* **INSTRUCTIONS TO FOLLOW**: When a line below holds the string "people", show that line.

* **MATERIAL SUPPLIED**:
+--
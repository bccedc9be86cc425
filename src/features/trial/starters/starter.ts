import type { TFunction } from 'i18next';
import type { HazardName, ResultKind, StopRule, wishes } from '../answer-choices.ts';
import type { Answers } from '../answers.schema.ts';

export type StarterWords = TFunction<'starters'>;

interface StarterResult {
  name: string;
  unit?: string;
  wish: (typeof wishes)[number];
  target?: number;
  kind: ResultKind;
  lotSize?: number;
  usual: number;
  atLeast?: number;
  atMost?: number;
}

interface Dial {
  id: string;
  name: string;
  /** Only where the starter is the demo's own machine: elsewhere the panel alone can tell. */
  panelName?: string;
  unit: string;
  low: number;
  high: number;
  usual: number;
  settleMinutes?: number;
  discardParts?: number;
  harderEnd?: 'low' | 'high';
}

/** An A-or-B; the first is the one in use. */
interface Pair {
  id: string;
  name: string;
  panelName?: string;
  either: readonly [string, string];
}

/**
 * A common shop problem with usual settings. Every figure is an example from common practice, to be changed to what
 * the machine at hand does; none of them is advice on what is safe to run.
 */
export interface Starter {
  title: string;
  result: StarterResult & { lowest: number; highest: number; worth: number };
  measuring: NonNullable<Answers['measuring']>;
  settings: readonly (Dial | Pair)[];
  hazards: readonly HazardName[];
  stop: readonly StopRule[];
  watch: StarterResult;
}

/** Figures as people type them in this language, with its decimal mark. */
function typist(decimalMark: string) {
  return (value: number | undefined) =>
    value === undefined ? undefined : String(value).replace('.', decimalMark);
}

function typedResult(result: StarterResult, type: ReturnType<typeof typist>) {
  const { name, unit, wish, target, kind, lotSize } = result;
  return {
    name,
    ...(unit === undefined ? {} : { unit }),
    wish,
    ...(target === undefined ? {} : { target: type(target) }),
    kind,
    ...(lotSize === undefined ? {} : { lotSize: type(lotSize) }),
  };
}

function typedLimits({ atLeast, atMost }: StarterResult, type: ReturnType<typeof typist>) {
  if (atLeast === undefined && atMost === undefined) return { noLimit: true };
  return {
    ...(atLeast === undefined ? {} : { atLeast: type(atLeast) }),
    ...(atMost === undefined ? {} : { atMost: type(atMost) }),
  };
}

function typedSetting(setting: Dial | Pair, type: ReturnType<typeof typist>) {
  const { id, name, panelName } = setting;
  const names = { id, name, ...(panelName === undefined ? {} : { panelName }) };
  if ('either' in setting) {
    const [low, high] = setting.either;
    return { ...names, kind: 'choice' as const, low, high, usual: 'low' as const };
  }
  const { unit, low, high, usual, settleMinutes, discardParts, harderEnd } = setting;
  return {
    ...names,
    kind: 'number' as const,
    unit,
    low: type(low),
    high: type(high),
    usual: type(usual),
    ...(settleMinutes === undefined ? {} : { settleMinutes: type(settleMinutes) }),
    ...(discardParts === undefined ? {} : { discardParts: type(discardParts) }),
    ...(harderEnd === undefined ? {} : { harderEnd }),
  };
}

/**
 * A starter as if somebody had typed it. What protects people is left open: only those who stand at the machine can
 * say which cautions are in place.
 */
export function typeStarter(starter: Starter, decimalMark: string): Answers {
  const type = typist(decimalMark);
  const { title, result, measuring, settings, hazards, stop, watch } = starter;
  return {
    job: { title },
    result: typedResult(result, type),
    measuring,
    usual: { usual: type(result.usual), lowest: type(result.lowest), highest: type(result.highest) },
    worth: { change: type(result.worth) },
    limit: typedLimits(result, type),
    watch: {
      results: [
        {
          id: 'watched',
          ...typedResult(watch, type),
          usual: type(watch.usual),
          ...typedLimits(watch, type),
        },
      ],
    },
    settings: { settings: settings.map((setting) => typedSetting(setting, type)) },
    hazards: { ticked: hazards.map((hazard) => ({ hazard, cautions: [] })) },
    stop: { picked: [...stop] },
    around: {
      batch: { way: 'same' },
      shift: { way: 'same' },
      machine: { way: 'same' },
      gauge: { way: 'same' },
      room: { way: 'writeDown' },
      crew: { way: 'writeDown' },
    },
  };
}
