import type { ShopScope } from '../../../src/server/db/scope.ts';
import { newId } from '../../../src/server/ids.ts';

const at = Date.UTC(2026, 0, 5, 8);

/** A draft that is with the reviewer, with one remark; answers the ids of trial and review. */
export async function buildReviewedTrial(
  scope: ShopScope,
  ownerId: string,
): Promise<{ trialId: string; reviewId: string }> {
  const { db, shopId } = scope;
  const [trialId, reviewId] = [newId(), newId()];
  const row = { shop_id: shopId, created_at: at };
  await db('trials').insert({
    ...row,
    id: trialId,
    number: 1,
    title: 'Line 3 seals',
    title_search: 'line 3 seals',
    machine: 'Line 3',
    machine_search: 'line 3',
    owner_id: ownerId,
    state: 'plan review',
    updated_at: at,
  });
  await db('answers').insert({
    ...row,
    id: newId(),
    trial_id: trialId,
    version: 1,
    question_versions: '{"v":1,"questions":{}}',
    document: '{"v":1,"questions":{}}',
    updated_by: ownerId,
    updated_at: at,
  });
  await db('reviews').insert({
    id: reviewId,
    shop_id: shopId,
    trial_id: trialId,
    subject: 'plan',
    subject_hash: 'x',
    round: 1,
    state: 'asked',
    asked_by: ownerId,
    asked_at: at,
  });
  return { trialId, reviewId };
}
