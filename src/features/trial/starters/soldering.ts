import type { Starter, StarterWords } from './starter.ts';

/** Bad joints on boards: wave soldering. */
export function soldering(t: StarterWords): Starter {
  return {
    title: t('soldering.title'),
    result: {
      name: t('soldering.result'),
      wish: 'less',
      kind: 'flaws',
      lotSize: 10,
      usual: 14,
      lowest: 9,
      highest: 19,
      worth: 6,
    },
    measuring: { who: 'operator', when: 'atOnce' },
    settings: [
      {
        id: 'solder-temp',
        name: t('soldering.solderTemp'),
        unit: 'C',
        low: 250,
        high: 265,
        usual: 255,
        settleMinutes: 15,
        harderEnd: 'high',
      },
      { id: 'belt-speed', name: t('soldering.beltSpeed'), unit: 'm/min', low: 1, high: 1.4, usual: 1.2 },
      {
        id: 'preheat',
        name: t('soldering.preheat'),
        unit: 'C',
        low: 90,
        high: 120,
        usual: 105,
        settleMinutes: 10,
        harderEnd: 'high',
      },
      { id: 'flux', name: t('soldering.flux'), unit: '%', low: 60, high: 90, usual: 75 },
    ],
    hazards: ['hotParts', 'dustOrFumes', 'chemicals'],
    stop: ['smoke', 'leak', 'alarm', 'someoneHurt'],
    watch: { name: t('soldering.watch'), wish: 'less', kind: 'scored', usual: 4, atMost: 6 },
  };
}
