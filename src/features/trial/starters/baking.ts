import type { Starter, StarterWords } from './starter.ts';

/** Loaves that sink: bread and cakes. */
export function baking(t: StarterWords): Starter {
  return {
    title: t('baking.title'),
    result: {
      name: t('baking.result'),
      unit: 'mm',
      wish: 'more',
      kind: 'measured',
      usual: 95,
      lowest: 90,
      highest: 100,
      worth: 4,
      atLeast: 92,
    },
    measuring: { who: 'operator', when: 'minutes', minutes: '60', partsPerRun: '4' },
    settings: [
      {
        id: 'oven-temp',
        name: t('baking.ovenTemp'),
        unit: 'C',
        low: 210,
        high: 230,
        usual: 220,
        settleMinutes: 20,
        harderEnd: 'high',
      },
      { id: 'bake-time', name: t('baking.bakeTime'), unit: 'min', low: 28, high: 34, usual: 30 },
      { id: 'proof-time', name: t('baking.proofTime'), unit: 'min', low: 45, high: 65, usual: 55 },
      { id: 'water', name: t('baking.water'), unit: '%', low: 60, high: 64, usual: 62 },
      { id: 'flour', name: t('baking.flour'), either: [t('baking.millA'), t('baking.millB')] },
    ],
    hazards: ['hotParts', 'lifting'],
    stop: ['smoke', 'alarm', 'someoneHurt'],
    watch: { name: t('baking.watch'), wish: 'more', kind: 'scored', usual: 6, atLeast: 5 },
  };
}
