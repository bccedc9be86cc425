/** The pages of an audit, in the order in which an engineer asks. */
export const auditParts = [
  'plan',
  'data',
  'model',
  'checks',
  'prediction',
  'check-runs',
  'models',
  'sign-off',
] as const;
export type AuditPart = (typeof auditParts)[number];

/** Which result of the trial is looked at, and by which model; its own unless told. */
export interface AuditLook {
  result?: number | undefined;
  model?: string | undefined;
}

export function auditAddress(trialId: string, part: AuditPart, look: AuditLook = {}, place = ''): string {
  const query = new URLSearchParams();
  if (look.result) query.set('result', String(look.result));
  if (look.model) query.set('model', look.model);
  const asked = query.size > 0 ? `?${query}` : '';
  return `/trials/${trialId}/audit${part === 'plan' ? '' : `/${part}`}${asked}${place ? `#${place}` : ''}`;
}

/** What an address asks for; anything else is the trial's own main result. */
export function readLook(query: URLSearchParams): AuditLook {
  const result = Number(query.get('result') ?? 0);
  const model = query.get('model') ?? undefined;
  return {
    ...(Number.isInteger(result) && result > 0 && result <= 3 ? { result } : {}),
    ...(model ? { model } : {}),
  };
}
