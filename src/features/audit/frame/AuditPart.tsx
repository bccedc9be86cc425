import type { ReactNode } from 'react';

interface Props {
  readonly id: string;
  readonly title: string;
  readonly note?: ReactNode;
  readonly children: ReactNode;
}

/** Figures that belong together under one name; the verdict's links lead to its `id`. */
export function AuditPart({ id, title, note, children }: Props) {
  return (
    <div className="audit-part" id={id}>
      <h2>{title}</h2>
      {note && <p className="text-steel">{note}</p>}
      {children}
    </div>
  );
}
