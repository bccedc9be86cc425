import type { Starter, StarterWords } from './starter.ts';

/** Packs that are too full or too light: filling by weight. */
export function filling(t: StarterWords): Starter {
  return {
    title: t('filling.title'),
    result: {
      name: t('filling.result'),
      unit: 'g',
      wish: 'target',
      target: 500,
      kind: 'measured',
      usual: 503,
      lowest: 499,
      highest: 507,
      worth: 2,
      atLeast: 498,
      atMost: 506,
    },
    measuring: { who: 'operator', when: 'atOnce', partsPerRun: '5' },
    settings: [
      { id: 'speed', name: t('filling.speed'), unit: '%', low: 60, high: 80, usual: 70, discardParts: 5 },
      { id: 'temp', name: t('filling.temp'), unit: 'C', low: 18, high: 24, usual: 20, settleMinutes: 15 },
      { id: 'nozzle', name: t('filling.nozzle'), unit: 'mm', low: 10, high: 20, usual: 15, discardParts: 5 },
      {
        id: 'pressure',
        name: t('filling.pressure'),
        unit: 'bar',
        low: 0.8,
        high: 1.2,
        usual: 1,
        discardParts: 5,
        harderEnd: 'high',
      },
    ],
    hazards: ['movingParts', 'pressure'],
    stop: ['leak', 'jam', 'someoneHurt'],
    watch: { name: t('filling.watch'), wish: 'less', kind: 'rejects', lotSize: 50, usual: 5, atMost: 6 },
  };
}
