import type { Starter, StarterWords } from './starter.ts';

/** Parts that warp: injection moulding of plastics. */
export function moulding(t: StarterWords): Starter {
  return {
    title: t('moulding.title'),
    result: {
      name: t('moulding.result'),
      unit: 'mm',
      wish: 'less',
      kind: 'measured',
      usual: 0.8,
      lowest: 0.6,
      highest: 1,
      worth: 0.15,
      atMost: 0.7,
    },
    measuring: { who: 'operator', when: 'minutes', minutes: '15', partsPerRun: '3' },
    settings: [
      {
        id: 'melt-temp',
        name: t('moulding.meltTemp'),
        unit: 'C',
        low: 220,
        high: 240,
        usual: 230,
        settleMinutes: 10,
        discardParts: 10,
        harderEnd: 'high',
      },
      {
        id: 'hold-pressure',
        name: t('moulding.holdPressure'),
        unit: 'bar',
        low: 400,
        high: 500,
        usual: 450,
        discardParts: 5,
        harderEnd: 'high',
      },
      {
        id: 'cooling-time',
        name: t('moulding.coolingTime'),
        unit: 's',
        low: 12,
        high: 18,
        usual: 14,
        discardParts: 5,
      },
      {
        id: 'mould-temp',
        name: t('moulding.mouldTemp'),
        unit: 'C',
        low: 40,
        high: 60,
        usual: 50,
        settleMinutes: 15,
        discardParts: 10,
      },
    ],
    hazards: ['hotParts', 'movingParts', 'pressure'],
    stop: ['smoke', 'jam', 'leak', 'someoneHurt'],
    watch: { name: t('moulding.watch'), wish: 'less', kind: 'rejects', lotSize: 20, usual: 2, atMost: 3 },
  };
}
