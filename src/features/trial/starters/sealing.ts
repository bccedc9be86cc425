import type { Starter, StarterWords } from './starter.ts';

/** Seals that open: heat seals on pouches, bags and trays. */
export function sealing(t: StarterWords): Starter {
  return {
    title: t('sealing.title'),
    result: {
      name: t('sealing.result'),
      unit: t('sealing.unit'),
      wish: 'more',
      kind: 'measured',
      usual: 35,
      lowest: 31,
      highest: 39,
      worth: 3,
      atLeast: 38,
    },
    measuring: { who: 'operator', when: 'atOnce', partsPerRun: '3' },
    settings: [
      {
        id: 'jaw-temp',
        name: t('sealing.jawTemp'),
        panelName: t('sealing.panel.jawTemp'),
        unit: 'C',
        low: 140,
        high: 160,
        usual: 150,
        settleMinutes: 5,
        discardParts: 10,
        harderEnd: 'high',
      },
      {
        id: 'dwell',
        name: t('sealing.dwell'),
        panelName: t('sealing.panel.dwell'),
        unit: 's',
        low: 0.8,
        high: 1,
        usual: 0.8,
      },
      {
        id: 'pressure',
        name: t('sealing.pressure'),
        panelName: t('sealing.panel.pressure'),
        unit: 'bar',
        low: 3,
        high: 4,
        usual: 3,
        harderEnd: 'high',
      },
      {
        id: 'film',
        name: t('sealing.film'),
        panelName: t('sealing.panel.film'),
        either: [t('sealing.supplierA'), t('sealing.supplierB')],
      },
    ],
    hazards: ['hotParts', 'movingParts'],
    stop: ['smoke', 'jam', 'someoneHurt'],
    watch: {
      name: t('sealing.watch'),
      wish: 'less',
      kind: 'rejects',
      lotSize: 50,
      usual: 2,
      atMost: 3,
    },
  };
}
+--
* **REPLY**:
/** Figures as people type them in this language, with its decimal mark. */
 * A starter as if somebody had typed it. What protects people is left open: only those who stand at the machine can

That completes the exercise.